ABSURD = {
    "a coordinate of 1e300": (
        lambda s: s["runs"][1].__setitem__(2, "-50, 0, -0.5 > 1e300, 0, -0.5"),
        'runs row 2, route: "1e300, 0, -0.5" lies 1e+300 m from the plan\'s origin, more than '
        "the 10 km a plan's points may lie"),
    "a coordinate 20 km out": (
        lambda s: s["sensors"][1].__setitem__(1, "20000, 0, 0"),
        'sensors row 2, at: "20000, 0, 0" lies 20000 m from the plan\'s origin'),
    "a point at 1e300": (
        lambda s: s.__setitem__("points", [["point", "x", "y", "z"], ["p", "1e300", 0, 0]]),
        'points row 2, x: "1e300" is 1e+300 m, more than the 10 km a point may lie from the '
        "plan's origin"),
    "a spacing of 1e300 mm": (
        lambda s: (s["runs"][1].__setitem__(3, "paired"), s["runs"][1].__setitem__(5, "1e300 mm")),
        'runs row 2, spacing: "1e300 mm" is 1e+297 m, more than the 10 km any length in a plan '
        "may be"),
    "a spacing longer than the run": (
        lambda s: (s["runs"][1].__setitem__(3, "paired"), s["runs"][1].__setitem__(5, "150 m")),
        "runs row 2, spacing: a spacing of 150.00 m is more than the run's whole length "
        "(100.00 m)"),
    "a current of 1e300 A": (
        lambda s: s["states"][1].__setitem__(1, "1e300"),
        "states row 2, on: 1e+300 A is more than the 100,000 A any plan has"),
    "a labelled safe distance of 1e30 m": (
        lambda s: s.__setitem__("equipment", [["item", "at", "safe_distance", "safe_distance_for"],
                                              ["speaker", "1, 0, 0", "1e30 m", "standard"]]),
        'equipment row 2, safe_distance: "1e30 m" is 1e+30 m, more than the 100 m a compass '
        "safe distance label gives"),
    "a moment of 1e300 A m2": (
        lambda s: s.__setitem__("equipment", [["item", "at", "moment_am2"],
                                              ["magnet", "1, 0, 0", "1e300"]]),
        "equipment row 2, moment_am2: 1e+300 A·m² is more than the 1,000,000 A·m² any plan has"),
    "untwisted ends longer than the run": (
        lambda s: (s["runs"][0].append("untwisted_ends"),
                   s["runs"][1].__setitem__(3, "twisted"), s["runs"][1].__setitem__(5, "6 mm"),
                   s["runs"][1].__setitem__(6, "30 mm"), s["runs"][1].append("120")),
        "runs row 2, untwisted_ends: untwisted ends of 120.00 m at each end take the whole run "
        "(100.00 m long), so none of it is twisted"),
    "a lay of 1e-300 mm": (
        lambda s: (s["runs"][1].__setitem__(3, "twisted"), s["runs"][1].__setitem__(5, "6 mm"),
                   s["runs"][1].__setitem__(6, "1e-300 mm")),
        "runs row 2, lay: a twisted run of 100.0 m with a 1e-300 mm lay needs 2.4e+306 segments, "
        "more than the 2,000,000 a run may have"),
    "infinity as a current": (
        lambda s: s["states"][1].__setitem__(1, "inf"),
        'states row 2, on: "inf" is not a current in amperes (not a finite number)'),
    "a heel of NaN": (
        lambda s: s["sensors"][1].__setitem__(5, "nan"),
        'sensors row 2, max_heel_deg: "nan" is not a number of degrees'),
}


@pytest.mark.parametrize("case", ABSURD)
def test_an_absurd_number_is_a_located_finding_with_sensible_digits(tmp_path, case):
    change, expected = ABSURD[case]
    folder = write_plan(tmp_path / "p", _with(change))
    lines = [line.split(": ", 1)[1] for line in lines_of(folder)]
    assert any(line.startswith(expected) for line in lines), lines
    output = refused(folder)
    assert not re.search(r"\d{13,}", output)                # never 31 digits of a float


def test_figures_at_the_edge_of_the_ranges_are_read(tmp_path):
    # 9.9 km out, 99 kA and a 99 m label are odd but possible figures; they are read.
    sheets = straight_wire_plan()
    sheets["points"] = [["point", "x", "y", "z"], ["far", "9900 m", 0, 0]]
    sheets["states"][1][1] = 99_000
    sheets["equipment"] = [["item", "at", "safe_distance", "safe_distance_for"],
                           ["radar", "far", "99 m", "steering"]]
    plan = read_plan(write_plan(tmp_path / "p", sheets))
    assert plan.points[0][1][0] == 9900.0 and plan.equipment[0].safe_distance_m == 99.0


# Tables given in Python (issue 19.6) -------------------------------------------------------------

@pytest.mark.parametrize("tables, message", [
    ({**straight_wire_plan(), "site": 42}, "site: a table is a DataFrame, a list of dicts or a "
                                           "list of rows (the header first), not an int"),
    (list(straight_wire_plan().items()), "the tables are a mapping of sheet name to table (a "
                                         "dict), not a list"),
    ({**straight_wire_plan(), "runs": "run,route"}, "runs: a table is a DataFrame, a list of "
                                                    "dicts or a list of rows (the header first), "
                                                    "not a str"),
    ({**straight_wire_plan(), "runs": [1, 2]}, "runs row 1: a row is a list of cells, not an int"),
])
def test_wrong_containers_are_plan_errors(tables, message):
    with pytest.raises(PlanError) as caught:
        plan_from_tables(tables)
    assert [f.message if f.sheet is None else f"{f.sheet}{'' if f.row is None else f' row {f.row}'}"
            f": {f.message}" for f in caught.value.findings] == [message]
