@njit(inline="always", fastmath=False)
def _attitude_size(bx, by, bz, heel, sin_heel, cos_heel, tan_pitch, sin_pitch, cos_pitch,
                   full_pitch):  # pragma: no cover
    """worst_case.horizontal_over_attitude of one vector (limits in radians), the same steps."""
    forward = bx
    starboard = -by
    down = -bz
    sign = -1.0 if starboard < 0.0 else 1.0
    phi0 = np.arctan2(-down * sign, abs(starboard))
    if abs(phi0) <= heel:
        p = np.cos(phi0) * starboard - np.sin(phi0) * down
        q = 0.0
    else:
        q_plus = sin_heel * starboard + cos_heel * down
        q_minus = -sin_heel * starboard + cos_heel * down
        end = heel if abs(q_plus) <= abs(q_minus) else -heel
        p = np.cos(end) * starboard - np.sin(end) * down
        q = np.sin(end) * starboard + np.cos(end) * down
    if full_pitch or abs(q) <= abs(forward) * tan_pitch:
        return np.sqrt(bx * bx + by * by + bz * bz)
    return np.hypot(p, cos_pitch * abs(forward) + sin_pitch * abs(q))


@njit(parallel=True, cache=True, fastmath=False, boundscheck=False)
def _walk_kernel(base, generators, heel, pitch, tolerance, margin, picked):  # pragma: no cover
    # For each row: every great circle v_i^perp walked with the 2-D sweep of worst_case._sweep,
    # both sides of it, each vertex met scored unless it is shorter than the best so far; then
    # the best vertex's switching rebuilt by walking its circle again up to its event.
    rows, n = generators.shape[0], generators.shape[1]
    sin_heel, cos_heel = np.sin(heel), np.cos(heel)
    sin_pitch, cos_pitch, tan_pitch = np.sin(pitch), np.cos(pitch), np.tan(pitch)
    full_pitch = pitch >= np.pi / 2
    for b in prange(rows):
        g = generators[b]
        norms = np.empty(n)
        for j in range(n):
            norms[j] = np.sqrt(g[j, 0] ** 2 + g[j, 1] ** 2 + g[j, 2] ** 2)
        best = _attitude_size(base[b, 0], base[b, 1], base[b, 2], heel, sin_heel, cos_heel,
                              tan_pitch, sin_pitch, cos_pitch, full_pitch)
        best_circle, best_event, best_side = -1, 0, 0
        angles = np.empty(2 * n)
        steps = np.empty(2 * n, dtype=np.int64)
        sides = np.zeros((2, 3))
        side_of = np.zeros(n, dtype=np.int64)       # +1, -1: goes with a side; 0: swept
        member = np.zeros(n, dtype=np.bool_)
        for rebuild in range(2):
            for i in range(n):
                if norms[i] == 0.0:
                    continue
                if rebuild and i != best_circle:
                    continue
                ux, uy, uz = g[i, 0] / norms[i], g[i, 1] / norms[i], g[i, 2] / norms[i]
                # The plane's basis: the normal crossed with its least-aligned axis.
                ax, ay, az = abs(ux), abs(uy), abs(uz)
                if ax <= ay and ax <= az:
                    e1x, e1y, e1z = 0.0, uz, -uy
                elif ay <= az:
                    e1x, e1y, e1z = -uz, 0.0, ux
                else:
                    e1x, e1y, e1z = uy, -ux, 0.0
                size = np.sqrt(e1x * e1x + e1y * e1y + e1z * e1z)
                e1x, e1y, e1z = e1x / size, e1y / size, e1z / size
                e2x, e2y, e2z = uy * e1z - uz * e1y, uz * e1x - ux * e1z, ux * e1y - uy * e1x
                sx, sy, sz = base[b, 0], base[b, 1], base[b, 2]
                sides[:, :] = 0.0
                m = 0
                for j in range(n):
                    side_of[j] = 0
                    member[j] = False
                    if norms[j] == 0.0:
                        continue
                    px = g[j, 0] * e1x + g[j, 1] * e1y + g[j, 2] * e1z
                    py = g[j, 0] * e2x + g[j, 1] * e2y + g[j, 2] * e2z
                    if np.hypot(px, py) <= tolerance * norms[j]:
                        along = g[j, 0] * ux + g[j, 1] * uy + g[j, 2] * uz
                        if along > 0.0:
                            side_of[j] = 1
                            sides[0, 0] += g[j, 0]
                            sides[0, 1] += g[j, 1]
                            sides[0, 2] += g[j, 2]
                        elif along < 0.0:
                            side_of[j] = -1
                            sides[1, 0] += g[j, 0]
                            sides[1, 1] += g[j, 1]
                            sides[1, 2] += g[j, 2]
                        continue
                    start = np.mod(np.arctan2(py, px) - np.pi / 2, 2 * np.pi)
                    if start >= np.pi:                 # picked from the start of the walk
                        member[j] = True
                        sx += g[j, 0]
                        sy += g[j, 1]
                        sz += g[j, 2]
                        angles[m] = start
                        angles[m + n] = start - np.pi
                    else:
                        angles[m] = start
                        angles[m + n] = start + np.pi
                    steps[m] = j
                    steps[m + n] = -j - 1
                    m += 1
                # Events: the m starts then the m leaves, sorted stably (as worst_case._sweep).
                keys = np.empty(2 * m)
                kinds = np.empty(2 * m, dtype=np.int64)
                keys[:m] = angles[:m]
                keys[m:] = angles[n:n + m]
                kinds[:m] = steps[:m]
                kinds[m:] = steps[n:n + m]
                order = np.argsort(keys, kind="mergesort")
                for k in range(2 * m + 1):
                    if k > 0:
                        event = kinds[order[k - 1]]
                        j = event if event >= 0 else -event - 1
                        sign = 1.0 if event >= 0 else -1.0
                        sx += sign * g[j, 0]
                        sy += sign * g[j, 1]
                        sz += sign * g[j, 2]
                        member[j] = event >= 0
                    if rebuild:
                        if k == best_event:
                            for j in range(n):
                                picked[b, j] = member[j] or side_of[j] == (1 if best_side == 0
                                                                          else -1)
                            break
                        continue
                    for side in range(2):
                        cx = sx + sides[side, 0]
                        cy = sy + sides[side, 1]
                        cz = sz + sides[side, 2]
                        if np.sqrt(cx * cx + cy * cy + cz * cz) < best * (1.0 - margin):
                            continue
                        value = _attitude_size(cx, cy, cz, heel, sin_heel, cos_heel, tan_pitch,
                                               sin_pitch, cos_pitch, full_pitch)
                        if value > best:
                            best, best_circle, best_event, best_side = value, i, k, side
            if best_circle < 0:
                break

________________________________________

From the lines above, copy those that contain the word "sign".

    sign = -1.0 if starboard < 0.0 else 1.0
    phi0 = np.arctan2(-down * sign, abs(starboard))
                        sign = 1.0 if event >= 0 else -1.0
                        sx += sign * g[j, 0]
                        sy += sign * g[j, 1]
                        sz += sign * g[j, 2]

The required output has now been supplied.